BMC Oral Health 1/2015

Is there a connection between sublingual varices and hypertension?

BMC Oral Health > Ausgabe 1/2015
Lennart Hedström, Margit Albrektsson, Håkan Bergh
Wichtige Hinweise

Competing interests

The authors declare that they have no competing interests.

Authors’ contributions

All authors made substantial contributions to conception, design and interpretation of data. MA and LH were involved in acquisition of data. HB generated the figures and tables. All authors were involved in drafting the manuscript and for revising. All authors read and have given final approval of the version to be published.



Sublingual varices have earlier been related to ageing, smoking and cardiovascular disease. The aim of this study was to investigate whether sublingual varices are related to presence of hypertension.


In an observational clinical study among 431 dental patients tongue status and blood pressure were documented. Digital photographs of the lateral borders of the tongue for grading of sublingual varices were taken, and blood pressure was measured. Those patients without previous diagnosis of hypertension and with a noted blood pressure ≥ 140 mmHg and/or ≥ 90 mmHg at the dental clinic performed complementary home blood pressure during one week. Those with an average home blood pressure ≥135 mmHg and/or ≥85 mmHg were referred to the primary health care centre, where three office blood pressure measurements were taken with one week intervals. Two independent blinded observers studied the photographs of the tongues. Each photograph was graded as none/few (grade 0) or medium/severe (grade 1) presence of sublingual varices. Pearson’s Chi-square test, Student’s t-test, and multiple regression analysis were applied. Power calculation stipulated a study population of 323 patients.

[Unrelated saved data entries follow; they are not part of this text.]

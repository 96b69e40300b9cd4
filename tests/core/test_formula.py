"""Formulas: notation, Hill order, element counts, charge and molar mass against IUPAC atomic weights."""

from __future__ import annotations

import pytest
from hypothesis import given, settings
from hypothesis import strategies as st

from tablekeeper import formula
from tablekeeper.errors import FormulaError, InputError

# IUPAC CIAAW, Standard atomic weights 2021 (Prohaska et al., Pure Appl. Chem. 94, 573 (2022)),
# conventional / abridged values. molmass carries its own table (interval midpoints, older abridged
# values such as Cl 35.453), so masses are compared within 0.01 g/mol.
IUPAC_2021 = {"H": 1.008, "C": 12.011, "N": 14.007, "O": 15.999, "Na": 22.990, "Cl": 35.45, "Ca": 40.078,
              "S": 32.06, "Cu": 63.546}
TOLERANCE = 0.01  # g/mol


def _mass(counts: dict[str, int]) -> float:
    return sum(IUPAC_2021[el] * n for el, n in counts.items())


@pytest.mark.parametrize(("text", "counts"), [
    ("H2O", {"H": 2, "O": 1}),
    ("CH3OH", {"C": 1, "H": 4, "O": 1}),
    ("Ca(OH)2", {"Ca": 1, "O": 2, "H": 2}),
    ("Ca[OH]2", {"Ca": 1, "O": 2, "H": 2}),
    ("Cu(NH3)4SO4", {"Cu": 1, "N": 4, "H": 12, "S": 1, "O": 4}),
    ("CuSO4.5H2O", {"Cu": 1, "S": 1, "O": 9, "H": 10}),
    ("CuSO4·5H2O", {"Cu": 1, "S": 1, "O": 9, "H": 10}),
    ("CuSO4*5H2O", {"Cu": 1, "S": 1, "O": 9, "H": 10}),
    ("CaCl2.2H2O", {"Ca": 1, "Cl": 2, "H": 4, "O": 2}),
    ("Na2CO3", {"Na": 2, "C": 1, "O": 3}),
    ("NaCl", {"Na": 1, "Cl": 1}),
])
def test_element_counts_and_molar_mass(text: str, counts: dict[str, int]) -> None:
    f = formula.parse(text)
    assert f.counts == counts
    assert f.charge == 0
    assert f.atoms == sum(counts.values())
    assert f.molar_mass == pytest.approx(_mass(counts), abs=TOLERANCE)


@pytest.mark.parametrize(("text", "counts", "charge"), [
    ("Cl-", {"Cl": 1}, -1),
    ("Na+", {"Na": 1}, 1),
    ("SO4-2", {"S": 1, "O": 4}, -2),
    ("SO4 2-", {"S": 1, "O": 4}, -2),
    ("Fe+3", {"Fe": 1}, 3),
    ("NH4+", {"N": 1, "H": 4}, 1),
    ("HCO3-", {"H": 1, "C": 1, "O": 3}, -1),
    ("Cu(NH3)4+2", {"Cu": 1, "N": 4, "H": 12}, 2),
])
def test_charges(text: str, counts: dict[str, int], charge: int) -> None:
    f = formula.parse(text)
    assert (f.counts, f.charge) == (counts, charge)


@pytest.mark.parametrize("text", ["Cl-", "Na+", "SO4-2", "NH4+"])
def test_an_ion_weighs_its_neutral_formula_less_its_electrons(text: str) -> None:
    f = formula.parse(text)
    electron = 5.48579909065e-4  # g/mol, CODATA 2018 electron molar mass
    neutral = sum(formula.parse(el).molar_mass * n for el, n in f.elements)
    assert f.molar_mass == pytest.approx(neutral - f.charge * electron, abs=1e-9)
    assert f.molar_mass == pytest.approx(_mass(f.counts), abs=TOLERANCE)


@pytest.mark.parametrize(("text", "hill"), [
    ("CH3OH", "CH4O"),          # methanol: C first, then H, then the rest alphabetically
    ("C2H5OH", "C2H6O"),
    ("CHCl3", "CHCl3"),
    ("CCl4", "CCl4"),           # carbon without hydrogen: C, then alphabetical
    ("OC(NH2)2", "CH4N2O"),     # urea
    ("H2SO4", "H2O4S"),         # no carbon: strictly alphabetical, H included
    ("NaCl", "ClNa"),
    ("HCl", "ClH"),
    ("NH4+", "H4N+"),
    ("SO4 2-", "O4S-2"),
    ("CuSO4.5H2O", "CuH10O9S"),
])
def test_hill_order(text: str, hill: str) -> None:
    assert formula.parse(text).hill == hill


def test_hill_order_is_a_tuple_in_order() -> None:
    assert formula.parse("CH3OH").elements == (("C", 1), ("H", 4), ("O", 1))
    assert [el for el, _ in formula.parse("H2SO4").elements] == ["H", "O", "S"]


@pytest.mark.parametrize(("text", "mass"), [
    ("H2O", 2 * 1.008 + 15.999),
    ("CH3OH", 12.011 + 4 * 1.008 + 15.999),
    ("NaCl", 22.990 + 35.45),
    ("CaCO3", 40.078 + 12.011 + 3 * 15.999),
    ("CuSO4.5H2O", 63.546 + 32.06 + 9 * 15.999 + 10 * 1.008),
    ("N2", 2 * 14.007),
])
def test_molar_mass_against_iupac_2021(text: str, mass: float) -> None:
    # IUPAC CIAAW 2021 conventional atomic weights (see IUPAC_2021 above).
    assert formula.parse(text).molar_mass == pytest.approx(mass, abs=TOLERANCE)


@pytest.mark.parametrize("text", ["", "   ", "h2o", "Xx2", "H2O)", "(H2O", "=H2O", "H2O; rm -rf", "H$", "123",
                                  "H2O\x00", "C" * 201, "Fe<3>", None, 42])
def test_bad_formulas_are_refused_with_formula_error(text: object) -> None:
    with pytest.raises(FormulaError) as info:
        formula.parse(text)  # type: ignore[arg-type]
    assert isinstance(info.value, InputError)
    assert info.value.field == "formula"


def test_the_error_names_the_formula() -> None:
    with pytest.raises(FormulaError, match="'Xx2'"):
        formula.parse("Xx2")


@given(st.text(max_size=30))
@settings(max_examples=400, deadline=None)
def test_fuzzed_text_raises_only_formula_error(text: str) -> None:
    try:
        f = formula.parse(text)
    except FormulaError:
        return
    assert f.counts and all(n > 0 for n in f.counts.values())
    assert f.molar_mass > 0


@given(st.text(alphabet="CHONSClNaFe()[]0123456789.·+- ", max_size=20))
@settings(max_examples=400, deadline=None)
def test_fuzzed_formula_like_text_raises_only_formula_error(text: str) -> None:
    try:
        f = formula.parse(text)
    except FormulaError:
        return
    # Whatever parses has a consistent Hill string: it parses again to the same counts and charge.
    again = formula.parse(f.hill)
    assert (again.counts, again.charge) == (f.counts, f.charge)


@pytest.mark.parametrize("text", ["D2O", "1HC", "[13C]O2", "2H2O"])
def test_isotope_labelled_formula_is_refused_with_a_sentence(text: str) -> None:
    # molmass reads D and a leading mass number as an isotope; the checks know natural elements only,
    # so such a formula is refused rather than silently checked against the wrong element.
    with pytest.raises(FormulaError, match="only natural elements are supported"):
        formula.parse(text)
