"""Fixtures of the core suite: record factories, a CLI runner in a subprocess, a folder fingerprint."""

from __future__ import annotations

import hashlib
import os
import subprocess
import sys
from collections.abc import Callable
from pathlib import Path

import pytest

from tablekeeper.store import Dataset


def _species(ident: str = "water-l", **over: object) -> dict:
    """A valid species record (values from memory of the CODATA key values, for shape only)."""
    rec: dict = {
        "id": ident,
        "revision": 1,
        "formula": "H2O",
        "phase": "l",
        "charge": 0,
        "status": "draft",
        "name": "water",
        "properties": {
            "dfH298": {"value": -285.83, "unit": "kJ/mol", "uncertainty": 0.04, "source": "codata-1989"},
            "S298": {"value": 69.95, "unit": "J/(mol*K)", "uncertainty": 0.03, "source": "codata-1989"},
        },
    }
    rec.update(over)
    return rec


@pytest.fixture
def species_record() -> Callable[..., dict]:
    """Factory of valid species records: ``species_record("id", phase="g")``."""
    return _species


def _valid_documents() -> dict[str, dict]:
    """One small valid document of every kind the schemas describe."""
    return {
        "dataset": {"name": "coreset", "title": "Core test set", "schema_version": 1,
                    "standard_pressure_bar": 1, "reference_temperature_K": 298.15,
                    "element_references": {"H": "h2-g"},
                    "policy": {"tolerance_k": 2, "require_uncertainty": True,
                               "max_relative_uncertainty": 0.5, "required_fields": ["dfH298"]},
                    "roles": {"steward": ["ann"], "reviewer": ["bob"], "release": ["cid"]},
                    "description": "For tests."},
        "species": _species(),
        "sources": {"id": "codata-1989", "revision": 1, "title": "CODATA Key Values for Thermodynamics",
                    "authors": ["Cox, J. D."], "year": 1989, "identifier": "ISBN 0-89116-758-7",
                    "kind": "compilation", "notes": "Key values."},
        "reactions": {"id": "h2-combustion", "revision": 1, "equation": "H2(g) + 0.5 O2(g) = H2O(l)",
                      "temperature_K": 298.15, "drH": {"value": -285.83, "uncertainty": 0.04},
                      "source": "codata-1989", "notes": "Combustion."},
        "flags": {"id": "flag-1", "revision": 1, "species": "water-l", "field": "dfH298",
                  "note": "Looks high.", "blocking": False, "status": "open", "raised_by": "bob",
                  "raised_at": "2024-05-01T12:00:00Z",
                  "comments": [{"by": "ann", "at": "2024-05-02T08:30:00Z", "text": "Checked."}],
                  "resolution": "Fine as it is."},
        "journal": {"time": "2024-05-01T12:00:00Z", "user": "ann", "action": "update",
                    "target": "species/water-l", "revision": 2,
                    "changes": [{"field": "properties.dfH298.value", "old": -285.8, "new": -285.83}],
                    "reason": "typo"},
        "releases": {"version": "1.2.3", "previous": "1.2.2", "created": "2024-05-01T12:00:00Z",
                     "user": "cid", "digest": "sha256:" + "0" * 64, "note": "Spring release.",
                     "summary": {"error": 0, "warning": 1, "info": 0}},
        "datapackage": {
            "profile": "data-package", "name": "coreset", "title": "Core test set", "version": "1.0.0",
            "created": "2024-01-01T00:00:00Z",
            "resources": [{"name": "changes", "path": "CHANGES.md", "format": "md",
                           "mediatype": "text/markdown", "encoding": "utf-8", "hash": "sha256:" + "0" * 64,
                           "bytes": 0}],
            "tablekeeper:format": 1, "tablekeeper:previous_version": None,
            "tablekeeper:standard_state": {"pressure_bar": 1, "temperature_K": 298.15},
            "tablekeeper:check_summary": {"error": 0, "warning": 0, "info": 0},
            "tablekeeper:accepted_warnings": [],
            "tablekeeper:cautions": ["A passing check proves consistency, not correctness."],
            "tablekeeper:descriptor_hash": "sha256:" + "0" * 64},
    }


@pytest.fixture
def valid_documents() -> Callable[[], dict[str, dict]]:
    """Factory of fresh valid documents, keyed by schema kind."""
    return _valid_documents


@pytest.fixture
def dataset(tmp_path: Path) -> Dataset:
    """An empty dataset with one source, ``codata-1989``."""
    ds = Dataset.init(tmp_path / "ds", "coreset", title="Core test set")
    ds.save("sources", {"id": "codata-1989", "revision": 1,
                        "title": "CODATA Key Values for Thermodynamics",
                        "authors": ["Cox, J. D.", "Wagman, D. D.", "Medvedev, V. A."], "year": 1989},
            expected_revision=None)
    return ds


def _digest(root: Path) -> dict[str, str]:
    out = {}
    for dirpath, _dirs, files in os.walk(root):
        for name in files:
            p = Path(dirpath) / name
            out[str(p.relative_to(root))] = hashlib.sha256(p.read_bytes()).hexdigest()
    return out


@pytest.fixture
def folder_digest() -> Callable[[Path], dict[str, str]]:
    """Relative path → sha256 of every file under a folder (to prove nothing changed)."""
    return _digest


@pytest.fixture
def run_cli() -> Callable[..., subprocess.CompletedProcess]:
    """Run ``python -m tablekeeper.cli ARGS`` in a subprocess, as a user would."""

    def run(*args: str | os.PathLike[str], cwd: Path | None = None) -> subprocess.CompletedProcess:
        return subprocess.run([sys.executable, "-m", "tablekeeper.cli", *map(str, args)], capture_output=True,
                              text=True, timeout=120, cwd=cwd, env=dict(os.environ))

    return run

An association between sublingual varices and hypertension was found (OR = 2.25, p < 0.002). Mean systolic blood pressure was 123 and 132 mmHg in patients with grade 0 and grade 1 sublingual varices, respectively (p < 0.0001, CI 95 %). Mean diastolic blood pressure was 80 and 83 mmHg in patients with grade 0 and grade 1 sublingual varices, respectively (p < 0.005, CI 95 %). Sublingual varices indicate hypertension with a positive predictive value of 0.5 and a negative predictive value of 0.80.


An association was found between sublingual varices and hypertension. Examining the lateral borders of the tongue is easily done, causes no harm and could be a valuable method for the dental profession to take active part in preventive healthcare.